Issue #127 - On the Sparsity of Neural MT Models
Introduction
Looking at the evolution of Neural Machine Translation (NMT), from a simple feed-forward approach to the recent state of the art Transformer architecture, models are getting more and more complicated by involving a large number of parameters to fit a massive data well. As a consequence, over-parameterization is a common problem suffered by NMT models, and it is certainly a waste of computational resources. Some recent research (e.g. See et al., 2016 and Lan et al., 2020) demonstrates that a significant part of the parameters can be pruned without sacrificing translation performance. In this post, we take a look at a paper by Wang et at. (2020) which investigates the effect of weight pruning on Transformer models and how those redundant parameters can be re-utilized to further improve the model.
Parameter pruning and rejuvenation
The goal of the pruning strategy is to “cut” part of the parameters during the learning process by a certain ratio while the rest of the parameters can still preserve the accuracy of the model.
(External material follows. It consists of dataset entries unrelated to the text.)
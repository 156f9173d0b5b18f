/**
 * The contracts shared by scenarios, estimators and the harness. Estimators and scenarios depend only on
 * this file and the math helpers; the harness reaches them only through their registries.
 */

export type Quantity = 'entropy' | 'mutual-information' | 'conditional-mutual-information' | 'transfer-entropy' | 'divergence';
export type Support = 'bounded' | 'half' | 'unbounded';
export type Tails = 'light' | 'exponential' | 'heavy';

/** n points in `dim` dimensions, row-major: point i is data[i*dim .. i*dim+dim-1]. */
export interface Sample {
  n: number;
  dim: number;
  data: Float64Array;
  /**
   * For mutual information: the first `xDim` columns are X, the rest are Y. For conditional mutual information
   * I(X; Y | Z): the first `xDim` columns are X, the next `yDim` are Y and the remaining dim − xDim − yDim are Z.
   */
  xDim?: number;
  /** For conditional mutual information only: the number of Y columns (after X's); Z takes the rest. */
  yDim?: number;
  /*
   * For transfer entropy TE(X → Y): a bivariate time series, rows in time order, column 0 the source X and
   * column 1 the target Y (dim = 2, xDim = 1).
   */
  /** For a divergence D(P || Q): this sample is from P and `q` is the sample from Q (same dim, own size). */
  q?: Sample;
}

/** A uniform stream on [0, 1) with 53-bit resolution. */
export type Rng = () => number;

/** A tuning value: a number, or a keyword such as a bin rule. */
export type SettingValue = number | string;
export type Settings = Record<string, SettingValue>;

export type SettingKind = 'integer' | 'number' | 'choice' | 'choice-or-integer' | 'choice-or-number';

/**
 * One setting of an estimator, declared once: the registry validates every value against it (src/spec.ts,
 * validateSettings) before the estimator sees it, whether it comes from the command line, a plan, a tuning
 * grid or a default set, so `estimate` never re-checks what the declaration says.
 */
export interface SettingSpec {
  name: string;
  /** One line: what the setting does. */
  meaning: string;
  /** The default; a keyword such as 'auto' is resolved per sample by the estimator's `resolve`. */
  default: SettingValue;
  /** integer / number: numeric with optional bounds; choice: one of `choices`; the or-forms take either. */
  kind: SettingKind;
  choices?: readonly string[];
  min?: number;
  max?: number;
  /** When true, `min` itself is not allowed (a strict lower bound). */
  minExclusive?: boolean;
}

/** The keywords a setting accepts: its choices, and its default when that is a keyword. */
type KeywordOf<S extends SettingSpec> =
  (S extends { choices: readonly (infer C extends string)[] } ? C : never) | (S['default'] extends string ? S['default'] : never);

/** The type of a validated value of setting S: a number, one of its keywords, or either, as its kind says. */
export type SettingValueOf<S extends SettingSpec> = S['kind'] extends 'integer' | 'number'
  ? number
  : S['kind'] extends 'choice'
    ? KeywordOf<S>
    : KeywordOf<S> | number;

/** Validated settings of a declaration: every declared name present, each with its value's type. */
export type SettingsOf<L extends readonly SettingSpec[]> = { [S in L[number] as S['name']]: SettingValueOf<S> };

/** One axis of a tuning grid: a setting and the values it takes, every other setting kept as in the base. */
export type TuningAxis<S extends Settings = Settings> = { [K in keyof S & string]: { setting: K; values: readonly S[K][] } }[keyof S & string];

/** Where an estimator stands in a default set (see DefaultSets). */
export interface DefaultEntry {
  /** Place in the set: lower first; equal places keep registry order. Default 0. */
  order?: number;
  /** Settings other than the defaults, validated like any others (e.g. { bins: 'sturges' }). */
  settings?: Settings;
}

/** An entry of the `hhat estimate` default set, which is chosen per dimension of the data. */
export interface EstimateDefaultEntry extends DefaultEntry {
  /** Only for data of these dimensions (within the estimator's own `dims`; default: all of those). */
  dims?: readonly [min: number, max: number];
}

/**
 * The default sets an estimator belongs to, declared by the estimator itself: `true` for "with default settings,
 * at order 0" (every dimension it supports, for `estimate`), or entries saying where, for which dimensions and
 * with which settings. Sets are per quantity: an estimator joins those of its own quantity.
 * Orders of the built-in entropy `estimate` set: 5 weighted k-NN (d ≥ 4), 10 k-NN, 15 weighted k-NN (d = 2, 3),
 * 20 Ebrahimi, 30 Vasicek, 40 kernel, 50 histogram, 60 Gaussian.
 */
export interface DefaultSets {
  /** `hhat estimate` without --estimator. */
  estimate?: true | readonly EstimateDefaultEntry[];
  /**
   * The default plan of the estimator's quantity (`hhat bench` without a plan, `npm run track`). The plan is
   * chosen before `--estimator-module` files load, so it holds built-in estimators only (a module replacing
   * one runs in its place).
   */
  bench?: true | readonly DefaultEntry[];
}

/**
 * The invariances the conformance suite (src/conformance.ts) checks, as an estimator declares the ones its
 * method lacks:
 *   rowOrder       the estimate does not depend on the order of the rows;
 *   scale          entropy: Ĥ(c·x) = Ĥ(x) + d·log|c|; mutual information and divergence: unchanged when every
 *                  coordinate (of both samples) is multiplied by one factor c;
 *   separateScale  mutual information: unchanged when X and Y (and Z, conditional MI) are each multiplied by a
 *                  factor of their own;
 *   translation    unchanged by x → x + b (X and Y each shifted; P and Q shifted alike);
 *   symmetry       mutual information: Î(X; Y) = Î(Y; X); conditional: Î(X; Y | Z) = Î(Y; X | Z);
 *   affine         divergence: unchanged when P and Q go through one invertible affine map x → Ax + b.
 */
export type InvarianceName = 'rowOrder' | 'scale' | 'separateScale' | 'translation' | 'symmetry' | 'affine';

/**
 * Why a method lacks an invariance: one line, or a function of the settings (validated, keywords unresolved)
 * and the dimension that gives the line where the invariance fails and undefined where it holds (a histogram
 * lacks scale equivariance only with a fixed bin width in data units).
 */
export type InvarianceException = string | ((settings: Settings, dim: number) => string | undefined);

/**
 * An estimator. `S` types its validated settings; the registry holds them as `Estimator` (plain Settings), and
 * `defineEstimator` infers `S` from the `settings` declaration.
 */
export interface Estimator<S extends Settings = Settings> {
  id: string;
  /**
   * The method, whatever the quantity: 'histogram', 'spacing', 'nearest-neighbour', 'kernel', 'parametric',
   * 'entropy-combination' (a quantity from entropy estimates). The quantity is `quantity`, never the family.
   */
  family: string;
  quantity: Quantity;
  /** One line for catalogs. */
  summary: string;
  settings: readonly SettingSpec[];
  /** Smallest and largest dimension supported (Infinity for any); the registry checks it before `estimate`. */
  dims: readonly [number, number];
  /** The paper or book that defines the method. */
  reference: string;
  /**
   * The reasonable settings around `base` at sample size n, which a robustness run measures the estimate's
   * spread over (the tuning spread): one axis per setting varied, each value validated like any setting. Values
   * that cannot work at this n (k ≥ n) are left out here. Absent or []: no tuning grid.
   */
  tuning?(base: S, n: number): readonly TuningAxis<S>[];
  /** Which default sets list this estimator. Absent: none. */
  defaultFor?: DefaultSets;
  /** Replace sample-dependent defaults (keywords such as 'auto') with the values actually used, for reports. */
  resolve?(sample: Sample, settings: S): Settings;
  /**
   * The estimate in nats, from validated settings as configured (keywords included) or as `resolve` returned
   * them: both must give the same value. Throws an EstimateError on data the method cannot handle (too few
   * points for k, ties, ...); the settings themselves are already valid and the dimension within `dims`.
   */
  estimate(sample: Sample, settings: S): number;
  /**
   * The invariances of the quantity that the method lacks by design, each with its reason: the conformance
   * suite reports those checks as not applicable, with the reason, instead of failing them. Leave it out when
   * the method has them all. Declare only what the method truly lacks; `hhat check` still measures the
   * difference and shows it beside the reason.
   *
   *   lacks: { scale: (settings) => (typeof settings.width === 'number' ? 'a fixed bin width is in data units' : undefined) }
   */
  lacks?: Partial<Record<InvarianceName, InvarianceException>>;
  /**
   * The scenario the conformance suite draws from (a spec in the estimator's smallest dimension, with a known
   * truth of its quantity), for a method that takes data of a kind the quantity's usual draws are not: values on
   * a lattice, an X of labels. Leave it out otherwise: the suite's own law for the quantity is used.
   *
   *   conformanceLaw: 'recorded[step=0.1;normal:mu=0,sigma=1]'
   */
  conformanceLaw?: string;
}

/** An estimator declaration whose settings' types are inferred from `settings`. */
export type EstimatorDefinition<L extends readonly SettingSpec[]> = Omit<Estimator<SettingsOf<L>>, 'settings'> & { settings: L };

/**
 * Declares an estimator: `estimate`, `resolve` and `tuning` get settings typed from the declaration (k a number,
 * norm 'euclidean' | 'max', ...), which the registry has validated.
 *
 *   export const mine = defineEstimator({ id: 'my-method', settings: [{ name: 'k', kind: 'integer', min: 1, default: 3, meaning: '...' }], ...,
 *     estimate(sample, { k }) { ... } });
 */
export function defineEstimator<const L extends readonly SettingSpec[]>(definition: EstimatorDefinition<L>): Estimator {
  return definition as unknown as Estimator;
}

/**
 * What every file directly in estimators/ exports as `registration`: its estimators, and where they go in the
 * registry (files by increasing `catalogOrder`, each file's estimators in their own order). The registry order
 * is the order of catalogs, of the default plans and of the default sets at equal `order`.
 */
export interface EstimatorFile {
  catalogOrder: number;
  estimators: readonly Estimator[];
}

/** Multipliers of a `scale` setting in tuning grids: a factor of 2 either way, in steps of about √2. */
export const TUNING_SCALE_FACTORS: readonly number[] = [0.5, 0.71, 1, 1.41, 2];

export interface ParamSpec {
  name: string;
  meaning: string;
  default: number;
  min?: number;
  max?: number;
  minExclusive?: boolean;
  maxExclusive?: boolean;
  integer?: boolean;
}

/** What a univariate scenario exposes for quadrature and goodness-of-fit checks. */
export interface UnivariateDensity {
  /** Support endpoints (may be infinite). */
  lower: number;
  upper: number;
  logDensity(x: number): number;
  cdf(x: number): number;
  /**
   * The survival function 1 − F(x) computed without forming 1 − F, where it is known: F rounds to 1 far in the
   * upper tail, so 1 − F loses every digit there (recorded[...] sums cell masses in the upper tail with it).
   * Absent: scenarios/build.ts, survivalOf, falls back to 1 − cdf and says so.
   */
  survival?(x: number): number;
  /**
   * The inverse CDF in closed form, where one exists (absent: scenarios/build.ts, quantileOf, inverts `cdf`
   * numerically). autocorrelated[...] maps normal scores through it.
   */
  quantile?(p: number): number;
  /** Points where the density has kinks or peaks, to help quadrature. */
  breakpoints?: readonly number[];
  /**
   * log f(upper − u) computed from the distance u itself, for densities with a pole at a finite upper end:
   * x = upper − u rounds u away once u < 1e-16, which loses mass that such a pole still carries.
   */
  logDensityNearUpper?(u: number): number;
}

export interface Scenario {
  /** Canonical spec, e.g. `gamma:shape=2,scale=1`; the same string always names the same distribution. */
  id: string;
  family: string;
  quantity: Quantity;
  dim: number;
  params: Record<string, number>;
  /** For mutual information: the first `xDim` columns are X, the rest are Y (as on each drawn sample). */
  xDim?: number;
  /** For conditional mutual information: X, then `yDim` columns of Y, then Z (as on each drawn sample). */
  yDim?: number;
  /** Draws n independent points. Consumes `rng` only. */
  sample(rng: Rng, n: number): Sample;
  /** The true value in nats. */
  truth: number;
  /** Where the true value comes from: a book or paper for closed forms, "numeric: method, error bound" otherwise. */
  truthSource: string;
  /** Var(log f(X)) when known, for the efficiency bound Var(log f)/n. */
  logDensityVariance?: number;
  /** Where Var(log f(X)) comes from. */
  logDensityVarianceSource?: string;
  support: Support;
  tails: Tails;
  /** Present on one-dimensional scenarios. */
  univariate?: UnivariateDensity;
  /** The marginal law of each coordinate, when known (needed for coordinate-wise monotone perturbations). */
  marginals?: UnivariateDensity[];
  /** Log density at one point (length dim), when it has a closed form. */
  logDensity?(x: ArrayLike<number>): number;
  /** Exact mean and covariance when finite, for sampler checks. */
  moments?: { mean: number[]; covariance: number[][] };
  /**
   * The law as a map of independent standard normals, `width` of them per row: `map` turns n rows of them
   * (row-major, n × width) into n rows each of the scenario's law. autocorrelated[...] feeds it AR(1) series in
   * place of independent normals. One-dimensional scenarios get it from their quantile (scenarios/build.ts,
   * normalRepresentation); Gaussian laws, their monotone maps and products of such declare it.
   */
  fromNormals?: NormalRepresentation;
  /** Serial dependence between rows (autocorrelated[...]); absent: rows are independent. */
  dependence?: SerialDependence;
  /** Transfer-entropy scenarios: the process facts, including the other direction's value. */
  transfer?: TransferFacts;
  /** recorded[...]: the lattice the values are rounded to, and the lattice estimator's own target. */
  recorded?: RecordedFacts;
}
More specifically, given a weight matrix W of N parameters and a predefined pruning ratio r, all the parameters are ranked by their absolute values and only the top (1-r) are kept. To remove the pruned parameters, a binary mask matrix (same size of W ) is applied on W: 0 for the pruned ones and 1 for the rest.
There are two pruning strategies:
(1) local pruning which is applied in each layer; and
(2) global pruning that compares parameters across different layers. After the pruning phase, they continue the training of the remaining network until convergence.
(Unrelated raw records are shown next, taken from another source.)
/**
 * The estimator conformance suite (src/conformance.ts) and `hhat check`:
 * - every estimator in the registry passes every applicable check with its defaults (a new estimator is
 *   covered by being registered), and with the settings that switch its declared exceptions on or off;
 * - each check fails, alone, on an estimator broken in exactly that way, so no check is one that cannot fail;
 * - hhat check passes the shipped example and exits 1 on a module whose estimate depends on the row order.
 *
 * The broken estimators' closed forms are textbook ones: the normal entropy ½ log(2πeσ²) and the Gaussian
 * mutual information −½ log(1 − ρ²) (Cover & Thomas, Elements of Information Theory, 2nd ed., Secs. 8.4 and
 * 8.5), and the divergence between normal laws ½[σp²/σq² + (μq − μp)²/σq² − 1 + log(σq²/σp²)] (Kullback,
 * Information Theory and Statistics, 1959).
 */
import { mkdtempSync, writeFileSync } from 'node:fs';
import { tmpdir } from 'node:os';
import { join } from 'node:path';
import { describe, expect, it } from 'vitest';
import type { Estimator, Sample } from '../src/core/contracts.js';
import { type CheckName, type ConformanceReport, checksFor, INVARIANCE_N, runConformance } from '../src/analysis/conformance.js';
import { EstimateError, UsageError } from '../src/core/errors.js';
import { checkEstimator } from '../src/harness/modules.js';
import { getEstimator, listEstimators } from '../estimators/index.js';
import { parseScenario } from '../scenarios/index.js';
import { checkedPair } from '../estimators/divergence.js';
import { checkedSplit } from '../estimators/mutual-information.js';
import { defaultWindow } from '../estimators/spacing.js';
import { runCli } from './helpers/cli.js';
import teHistory from './fixtures/te-history.json' with { type: 'json' };

const root = join(__dirname, '..');
const example = join(root, 'examples', 'drift-corrected-estimators.mjs');
const firstHalfModule = join(root, 'test', 'fixtures', 'first-half-estimator.mjs');

function failing(report: ConformanceReport): CheckName[] {
  return report.checks.filter((c) => c.status === 'fail').map((c) => c.check);
}

/** Every check's line, shown when an expectation fails. */
function evidence(report: ConformanceReport): string {
  return `${report.spec}\n${report.checks.map((c) => `  ${c.status} ${c.check}: ${c.evidence}`).join('\n')}`;
}

/**
 * A check may be not applicable only for a structural reason or a declared exception: never silently.
 * Structural: no resolve (nothing to compare), a wrong dimension outside a divergence (the registry refuses it before estimate runs), d = 1
 * only (an affine map is a scale and a shift there).
 */
function expectNotApplicableOnlyForAReason(report: ConformanceReport, estimator: Estimator): void {
  for (const c of report.checks.filter((r) => r.status === 'not-applicable')) {
    const structural =
      (c.check === 'configured-resolved' && !estimator.resolve) ||
      // Outside a divergence's Q sample, a wrong dimension is refused by the registry before estimate runs.
      (c.check === 'rejects-wrong-dimension' && estimator.quantity !== 'divergence') ||
      (c.check === 'affine' && estimator.dims[1] === 1) ||
      // No tuning grid at these settings (a fixed bandwidth or width, a parametric method): nothing to vary.
      (c.check === 'tuning-responds' && !estimator.tuning?.(report.settings, INVARIANCE_N).length);
    expect(structural || c.declared !== undefined, `${report.estimator}: ${c.check} is not applicable without a declared reason: ${c.evidence}`).toBe(true);
  }
}

/**
 * Settings under which a built-in lacks an invariance, each measured below: the difference is real. A
 * default-settings exception whose measurement the estimator itself refuses is measured here instead
 * (histogram-divergence's default Freedman–Diaconis cells leave some P points without Q points on the
 * correlated 2-D sample of the affine check, so its plug-in is +∞ there; Sturges' coarser cells do not).
 */
const DECLARED: [string, Record<string, string | number>, CheckName][] = [
  ['histogram', { width: 0.5 }, 'scale'],
  ['kernel', { bandwidth: 0.3 }, 'scale'],
  ['mi-kernel', { bandwidth: 0.3 }, 'scale'],
  ['ksg2', { copula: 'rank' }, 'row-order'],
  ['mi-from-entropies', { entropy: 'kozachenko-leonenko-weighted' }, 'scale'],
  ['histogram-divergence', { bins: 'sturges' }, 'affine'],
  ['knn-divergence', { k: 3 }, 'affine'],
  ['lattice', { step: 0.3 }, 'scale'],
  ['lattice', { step: 0.3 }, 'translation'],
  // Swapped, the continuous Y becomes the label: refused, which is the measurement (the roles are not interchangeable).
  ['mi-discrete-continuous', {}, 'symmetry'],
];

/** A declared exception must be needed: the difference measured anyway is beyond what the check allows. */
function expectDeclaredExceptionsMeasured(report: ConformanceReport): void {
  for (const c of report.checks.filter((r) => r.declared)) {
    const compared = c.declared!.compared;
    if (
      compared === undefined &&
      DECLARED.some(([id, , check]) => id === report.estimator && check === c.check) &&
      /measured anyway: (the sample as drawn|Î\(Y; X\)): EstimateError/.test(c.evidence)
    )
      continue;
    expect(compared, `${report.spec}: ${c.check}: the declared exception could not be measured: ${c.evidence}`).toBeDefined();
    expect(compared!.difference, `${report.spec}: ${c.check}: declared lacking, yet it holds: ${c.evidence}`).toBeGreaterThan(compared!.tolerance);
  }
}

describe('every registered estimator passes the conformance suite', () => {
  const estimators = listEstimators();

  it('covers every id in the registry (25 built-ins at the time of writing)', () => {
    expect(estimators.length).toBeGreaterThanOrEqual(25);
  });

  // lattice (step=auto) and mi-discrete-continuous take data of a kind the quantity's usual draws are not (values on
  // a lattice, an X of labels): they declare the law the suite draws from, and pass on it like the rest.
  it('lattice and mi-discrete-continuous are checked on their declared laws, lattice data and labels', () => {
    expect(runConformance(getEstimator('lattice')).law).toBe('recorded[step=0.1;normal:mu=0,sigma=1]');
    expect(runConformance(getEstimator('mi-discrete-continuous')).law).toBe('mi-label-gaussian:m=3,gap=1');
    expect(runConformance(getEstimator('kozachenko-leonenko')).law).toBe('normal:mu=0,sigma=1');
  });
  for (const estimator of estimators) {
    it(`${estimator.id}: every applicable check passes with the default settings`, () => {
      const report = runConformance(estimator);
      expect(report.checks.map((c) => c.check)).toEqual(checksFor(estimator.quantity));
      expect(failing(report), evidence(report)).toEqual([]);
      expectNotApplicableOnlyForAReason(report, estimator);
      expectDeclaredExceptionsMeasured(report);
    });
  }
});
To further improve the model and make use of the pruned parameters, the pruned parameters are restored after the previous pruning and retraining. There are two rejuvenation strategies: zero and external initialization. The entire networks are retrained with one order of magnitude lower learning rate since the sparse network is already at a good local optimum. This strategy can efficiently avoid useless computations and further improve the performance of the model.Experiments and results
The experiments are conducted on four different language directions: English to German (En-De), Chinese to English (Zh-En), German to English (De-En) and English to French (En-Fr), using three of the most common NMT architectures: Transformer, RNNSearch and LightConv.
For the pruning experiments, they explore the effect of different ratios as shown in Figure 1. According to the results, around 20% of the parameters can be removed directly without any negative impact on the translation scores, and with continuous training on the pruned network the harmless pruning rate can increase up to 50%. Besides, different NMT architectures suffer over-parameterization to different extents, i.e. the Transformer model is less affected compared to RNN-based models. Based on the conclusion from Figure 1, they set the pruning ratio to be 50% to further compare the effects of different pruning and rejuvenation strategies. The conclusion is that local pruning outperforms the global pruning, but regarding the rejuvenation strategies, zero and external initialization perform similarly in terms of BLEU score.
Table 1: Translation quality of Transformer model on different datasets varied in language pair and size.
To test the robustness of rejuvenation strategy (RejTrain) compared to continuous training (ConTrain), they also conducted experiments on data of different sizes and model architectures (Transformer, RNNSearch and LightConv). As shown in Table 1, RejTrain increases the BLEU scores in all cases, while ConTrain only leads to a slight improvement in the model trained with a large dataset (Zh-En). Regarding different model architectures, RejTrain achieves consistently better results on all models, but with ConTrain, RNN models get no improvement.